Stored data entries:
* * * * * * *

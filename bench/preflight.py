"""Pre-run checks: refuse, before anything moves, what would otherwise fail half-way.

Generic checks here (addresses, every planned segment against the analyzer profile, limit
lines that load and fit the step's unit and span, transducer tables that cover each sweep);
kind-specific ones in each step kind's :meth:`~bench.steps.base.StepKind.preflight`.
Nothing here does I/O with an instrument.
"""

from __future__ import annotations

from dataclasses import dataclass
from pathlib import Path

from bench.errors import BenchError, ConfigError, PlanError
from bench.steps import kind_of

__all__ = ["Checks", "preflight", "resolve_limit", "step_span_hz"]

def resolve_limit(name: str, sequence_dir: Path | None) -> str:
    """A built-in limit name as is; a limit file path made absolute against the sequence's folder."""
    if name.endswith(".toml") or "/" in name or "\\" in name:
        path = Path(name)
        if not path.is_absolute() and sequence_dir is not None:
            path = sequence_dir / path
        return str(path.resolve())
    return name


def step_span_hz(plan, label: str) -> tuple[float, float] | None:
    """Lowest start and highest stop of a step's planned segments (Hz), or None."""
    segs = [seg for a in plan.actions if a.step_label == label for seg in a.segments]
    if not segs:
        return None
    return min(s.start_hz for s in segs), max(s.stop_hz for s in segs)


@dataclass
class Checks:
    """What the checks see (:class:`bench.steps.base.PreflightContext`): plan, files, profiles."""

    plan: object
    sequence: object
    bench: object
    profiles: dict
    sequence_dir: Path | None = None

    def step_span_hz(self, label: str) -> tuple[float, float] | None:
        return step_span_hz(self.plan, label)


def _at(exc: PlanError, *key_path) -> PlanError:
    """Attach the sequence key path an error is about (the CLI turns it into a line number)."""
    exc.key_path = tuple(key_path)
    return exc


def _index(sequence, label: str) -> int:
    return next(i for i, st in enumerate(sequence.steps) if st.label == label)


def preflight(checks: Checks) -> None:
    """Refuse, before anything runs, what would fail mid-run.

    Raises
    ------
    PlanError
        With ``key_path`` naming the sequence key the problem is about, when there is one.
    """
    _check_addresses(checks.bench)
    _check_segments(checks)
    for i, step in enumerate(checks.sequence.steps):
        kind = kind_of(step)
        if getattr(step, "limit", None) is not None:
            _check_limit(checks, i, step, step.limit)
        try:
            kind.preflight(checks, i, step)
        except PlanError as exc:
            extra = getattr(exc, "step_key", None)
            raise _at(exc, "steps", i, *((extra,) if extra else ())) from None
    for step in checks.sequence.steps:
        _check_tables(checks, step)


def _check_segments(checks: Checks) -> None:
    from bench.drivers.analyzer import Analyzer

    probe = Analyzer(transport=_NoTransport(checks.bench.analyzer.address),
                     profile=checks.profiles["analyzer"])
    for action in checks.plan.actions:
        for seg in action.segments:
            try:
                probe.validate(seg)
            except PlanError as exc:
                raise _at(PlanError(f"step '{action.step_label}': {exc}"),
                          "steps", _index(checks.sequence, action.step_label)) from None


def _check_limit(checks: Checks, i: int, step, name: str) -> None:
    """A limit that loads, in the step's unit, with a line somewhere in its sweep."""
    import numpy as np

    from bench.analysis.limits import load_limit

    try:
        limit_set = load_limit(resolve_limit(name, checks.sequence_dir))
    except (ConfigError, BenchError) as exc:
        raise _at(PlanError(f"steps[{i}] '{step.label}': limit {name!r} cannot be used: {exc}"),
                  "steps", i, "limit") from None
    unit = kind_of(step).chain(checks.bench, step)[1]
    if limit_set.quantity != unit:
        raise _at(PlanError(f"steps[{i}] '{step.label}': limit {limit_set.name!r} is in {limit_set.quantity}, "
                            f"but the step's readings are in {unit} after its transducer chain"),
                  "steps", i, "limit")
    span = checks.step_span_hz(step.label)
    if span is not None:
        freqs = np.linspace(span[0], span[1], 2001)
        if not np.any(np.isfinite(limit_set.screening_level(freqs))):
            raise _at(PlanError(f"steps[{i}] '{step.label}': limit {limit_set.name!r} has no line anywhere "
                                f"in the sweep {span[0] / 1e6:g}-{span[1] / 1e6:g} MHz"), "steps", i, "limit")


def _check_tables(checks: Checks, step) -> None:
    """Every transducer table of the step's chain loads and covers its planned span."""
    from bench.analysis.transducers import load_table

    span = checks.step_span_hz(step.label)
    if span is None:
        return
    for role, path in kind_of(step).chain(checks.bench, step)[0]:
        try:
            load_table(path, role=role).check_covers(list(span))
        except (ConfigError, BenchError) as exc:
            raise _at(PlanError(f"step '{step.label}': {exc}"),
                      "steps", _index(checks.sequence, step.label)) from None


def _check_addresses(bench) -> None:
    """Every address must name a transport of the registry (VISA resource, serial URL, device path)."""
    from bench.errors import TransportError
    from bench.transports import find_scheme

    for role in ("analyzer", "stage", "mast", "turntable", "supply"):
        section = getattr(bench, role, None)
        if section is None:
            continue
        address = section.address.strip()
        if address.startswith("sim://"):
            raise PlanError(f"[{role}] address {address!r} is a placeholder for the simulated bench: "
                            "run with --sim, or put the instrument's real address in the bench file")
        try:
            find_scheme(address)
        except TransportError as exc:
            raise PlanError(f"[{role}] address: {exc}") from None


class _NoTransport:
    """Stands in for a connection where only :meth:`Analyzer.validate` is used (no I/O)."""

    def __init__(self, address: str) -> None:
        self.address = address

* * * * * * *

Starting with the first line above and ending with the line that holds "lines that load", restate each line word for word and add nothing else.

RESPONSE AREA:
filename bench/preflight.py
"""Pre-run checks: refuse, before anything moves, what would otherwise fail half-way.

Generic checks here (addresses, every planned segment against the analyzer profile, limit
lines that load and fit the step's unit and span, transducer tables that cover each sweep);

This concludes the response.